### Your task
Copy every line of the entries that includes the word "translate".

Saved data entries:
= = = = =

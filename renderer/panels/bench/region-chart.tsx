import { type KeyboardEvent, type PointerEvent, useId, useRef } from "react";
import type { OperatingRegion } from "../../../shared-types/bench";
import { texts } from "../../texts/texts";
import { edgeLabels, edgePoints } from "./edge-labels";
import {
  allowsSetting,
  axisTicks,
  type ChartFrame,
  chartEnds,
  depthOfX,
  regionPath,
  voltsOfY,
  xOfDepth,
  yOfVolts,
} from "./region-geometry";
import { useWidth } from "./use-width";

const words = texts.bench.chart;

const FIRST_WIDTH = 400;
const heightFor = (width: number): number => Math.round(Math.min(380, Math.max(260, 0.72 * width)));
const MARGIN = { left: 42, right: 10, top: 10, bottom: 36 };
const LEAST_DEPTH_MM = 0.5;
const LEAST_VOLTS = 0.1;
const DEPTH_STEP_MM = 0.5;
const VOLTS_STEP = 0.1;
/** A dot let go so near to the suggestion takes it, in units of the drawing. */
const CATCHES_WITHIN = 8;
/** Steps that a key with Shift makes. */
const LEAPS = 5;

export type Gesture = "start" | "move" | "end" | "key";

export interface RegionChartProps {
  readonly region: OperatingRegion;
  readonly depthMm: number;
  readonly volts: number;
  readonly waveform: "ac" | "dc";
  /** Another setting chosen by hand; a drag is `start`, many `move`s and `end`, a key is `key`. */
  readonly onChoose: (depthMm: number, volts: number, gesture: Gesture) => void;
}

const snapped = (value: number, step: number, least: number): number => Number(Math.max(least, Math.round(value / step) * step).toFixed(6));

/**
 * Water depth against supply voltage: what the rules allow, each edge named, the present setting as a dot for hand or keys,
 * the suggestion as a diamond. What is forbidden is hatched, so that the picture needs no colour.
 */
export function RegionChart({ region, depthMm, volts, waveform, onChoose }: RegionChartProps) {
  const id = useId();
  const svg = useRef<SVGSVGElement>(null);
  const figure = useRef<HTMLElement>(null);
  const chartWidth = useWidth(figure, FIRST_WIDTH);
  const chartHeight = heightFor(chartWidth);
  const dragging = useRef<ChartFrame | null>(null);
  // While a hand drags the dot the axes stand still under it.
  const frame: ChartFrame = dragging.current ?? {
    left: MARGIN.left,
    top: MARGIN.top,
    width: chartWidth - MARGIN.left - MARGIN.right,
    height: chartHeight - MARGIN.top - MARGIN.bottom,
    ...chartEnds(region, [depthMm, volts]),
  };
  const allowed = allowsSetting(region, depthMm, volts);
  const x = xOfDepth(frame, depthMm);
  const y = yOfVolts(frame, volts);

  const place = (event: PointerEvent<SVGElement>): readonly [number, number] | null => {
    const matrix = svg.current?.getScreenCTM();
    if (!matrix) return null;
    const point = new DOMPoint(event.clientX, event.clientY).matrixTransform(matrix.inverse());
    const { suggestion } = region;
    if (suggestion !== null) {
      const away = Math.hypot(point.x - xOfDepth(frame, suggestion[0]), point.y - yOfVolts(frame, suggestion[1]));
      if (away < CATCHES_WITHIN) return suggestion;
    }
    const depth = Math.min(frame.depthEndMm, depthOfX(frame, point.x));
    const height = Math.min(frame.voltsEnd, voltsOfY(frame, point.y));
    return [snapped(depth, DEPTH_STEP_MM, LEAST_DEPTH_MM), snapped(height, VOLTS_STEP, LEAST_VOLTS)];
  };

  const onPointerDown = (event: PointerEvent<SVGElement>): void => {
    event.currentTarget.setPointerCapture(event.pointerId);
    dragging.current = frame;
    onChoose(depthMm, volts, "start");
  };
  const onPointerMove = (event: PointerEvent<SVGElement>): void => {
    if (dragging.current === null) return;
    const chosen = place(event);
    if (chosen !== null) onChoose(...chosen, "move");
  };
  const onPointerUp = (event: PointerEvent<SVGElement>): void => {
    if (dragging.current === null) return;
    const chosen = place(event) ?? [depthMm, volts];
    dragging.current = null;
    onChoose(...chosen, "end");
  };
  const onKeyDown = (event: KeyboardEvent<SVGElement>): void => {
    const leap = event.shiftKey ? LEAPS : 1;
    const moves: Record<string, readonly [number, number]> = {
      ArrowLeft: [-DEPTH_STEP_MM * leap, 0],
      ArrowRight: [DEPTH_STEP_MM * leap, 0],
      ArrowUp: [0, VOLTS_STEP * leap],
      ArrowDown: [0, -VOLTS_STEP * leap],
    };
    const move = moves[event.key];
    if (move === undefined) return;
    event.preventDefault();
    event.stopPropagation();
    onChoose(snapped(depthMm + move[0], DEPTH_STEP_MM, LEAST_DEPTH_MM), snapped(volts + move[1], VOLTS_STEP, LEAST_VOLTS), "key");
  };

  const { left, top, width, height } = frame;
  return (
    <figure ref={figure} aria-label={words.figure}>
      <svg ref={svg} className="bench-chart" viewBox={`0 0 ${chartWidth} ${chartHeight}`} role="presentation">
        <defs>
          <pattern id={`${id}-hatch`} width="7" height="7" patternUnits="userSpaceOnUse" patternTransform="rotate(45)">
            <line className="bench-chart-hatch" x1="0" y1="0" x2="0" y2="7" />
          </pattern>
          <clipPath id={`${id}-clip`}>
            <rect x={left} y={top} width={width} height={height} />
          </clipPath>
        </defs>
        <rect className="bench-chart-ground" x={left} y={top} width={width} height={height} />
        <rect x={left} y={top} width={width} height={height} fill={`url(#${id}-hatch)`} />
        <g clipPath={`url(#${id}-clip)`}>
          <path className="bench-chart-allowed" d={regionPath(frame, region)} />
          {region.boundaries.map((boundary) => (
            <polyline
              key={boundary.rule}
              className={`bench-chart-edge bench-chart-edge-${boundary.forbids}`}
              points={edgePoints(frame, boundary)}
            />
          ))}
        </g>
        <CoarseDigits frame={frame} region={region} />
        <Axes frame={frame} waveform={waveform} />
        <g clipPath={`url(#${id}-clip)`}>
          <line className="bench-chart-cross" x1={x} y1={y} x2={x} y2={top + height} />
          <line className="bench-chart-cross" x1={left} y1={y} x2={x} y2={y} />
        </g>
        {edgeLabels(frame, region).map((label) => (
          <text
            key={label.rule}
            className="bench-chart-name"
            x={label.x}
            y={label.y}
            textAnchor="end"
            transform={label.upright ? `rotate(-90 ${label.x} ${label.y})` : undefined}
          >
            {label.text}
          </text>
        ))}
        {region.suggestion !== null && (
          <path
            className="bench-chart-suggestion"
            d="M0-8L8 0L0 8L-8 0Z"
            transform={`translate(${xOfDepth(frame, region.suggestion[0])} ${yOfVolts(frame, region.suggestion[1])})`}
          >
            <title>{words.suggestion(String(region.suggestion[0]), String(region.suggestion[1]))}</title>
          </path>
        )}
        <g
          className={allowed ? "bench-chart-dot" : "bench-chart-dot bench-chart-dot-forbidden"}
          role="slider"
          tabIndex={0}
          aria-label={words.dot}
          aria-valuemin={0}
          aria-valuemax={frame.voltsEnd}
          aria-valuenow={volts}
          aria-valuetext={words.dotValue(String(depthMm), String(volts), allowed)}
          transform={`translate(${x} ${y})`}
          onPointerDown={onPointerDown}
          onPointerMove={onPointerMove}
          onPointerUp={onPointerUp}
          onPointerCancel={onPointerUp}
          onKeyDown={onKeyDown}
        >
          <circle className="bench-chart-grip" r="16" />
          <circle className="bench-chart-ring" r="7.5" />
          {allowed ? (
            <circle className="bench-chart-core" r="3" />
          ) : (
            <path className="bench-chart-no" d="M-3.5-3.5L3.5 3.5M3.5-3.5L-3.5 3.5" />
          )}
        </g>
      </svg>
    </figure>
  );
}

/** Just above a change of the meter's range a digit is too coarse: the bands above the lowest readable volts. */
function CoarseDigits({ frame, region }: { readonly frame: ChartFrame; readonly region: OperatingRegion }) {
  const right = frame.left + frame.width;
  const bands = region.unreadableVolts.filter(([low]) => low > 0 && low < frame.voltsEnd);
  return bands.map(([low, high]) => {
    const bottom = yOfVolts(frame, low);
    const top = yOfVolts(frame, Math.min(high, frame.voltsEnd));
    return (
      <g key={low}>
        <line className="bench-chart-edge bench-chart-edge-below" x1={frame.left} x2={right} y1={bottom} y2={bottom} />
        {high < frame.voltsEnd && <line className="bench-chart-edge bench-chart-edge-below" x1={frame.left} x2={right} y1={top} y2={top} />}
        {bottom - top >= 14 && (
          <text className="bench-chart-name" x={right - 6} y={bottom - 4} textAnchor="end">
            {words.coarseDigit}
          </text>
        )}
      </g>
    );
  });
}

function Axes({ frame, waveform }: { readonly frame: ChartFrame; readonly waveform: "ac" | "dc" }) {
  const { left, top, width, height, depthEndMm, voltsEnd } = frame;
  const bottom = top + height;
  return (
    <g className="bench-chart-axes">
      <path d={`M${left} ${top}V${bottom}H${left + width}`} />
      {axisTicks(depthEndMm, 6).map((depth) => (
        <g key={depth}>
          <line x1={xOfDepth(frame, depth)} y1={bottom} x2={xOfDepth(frame, depth)} y2={bottom + 4} />
          <text x={xOfDepth(frame, depth)} y={bottom + 15} textAnchor="middle">
            {depth}
          </text>
        </g>
      ))}
      {axisTicks(voltsEnd, 5).map((volts) => (
        <g key={volts}>
          <line x1={left - 4} y1={yOfVolts(frame, volts)} x2={left} y2={yOfVolts(frame, volts)} />
          <text x={left - 7} y={yOfVolts(frame, volts) + 4} textAnchor="end">
            {volts}
          </text>
        </g>
      ))}
      <text className="bench-chart-axis" x={left + width} y={bottom + 31} textAnchor="end">
        {words.depthAxis}
      </text>
      <text className="bench-chart-axis" x={12} y={top + 2} textAnchor="end" transform={`rotate(-90 12 ${top + 2})`}>
        {words.voltsAxis(waveform)}
      </text>
    </g>
  );
}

= = = = =

### Finished task
            transform={`translate(${xOfDepth(frame, region.suggestion[0])} ${yOfVolts(frame, region.suggestion[1])})`}
          transform={`translate(${x} ${y})`}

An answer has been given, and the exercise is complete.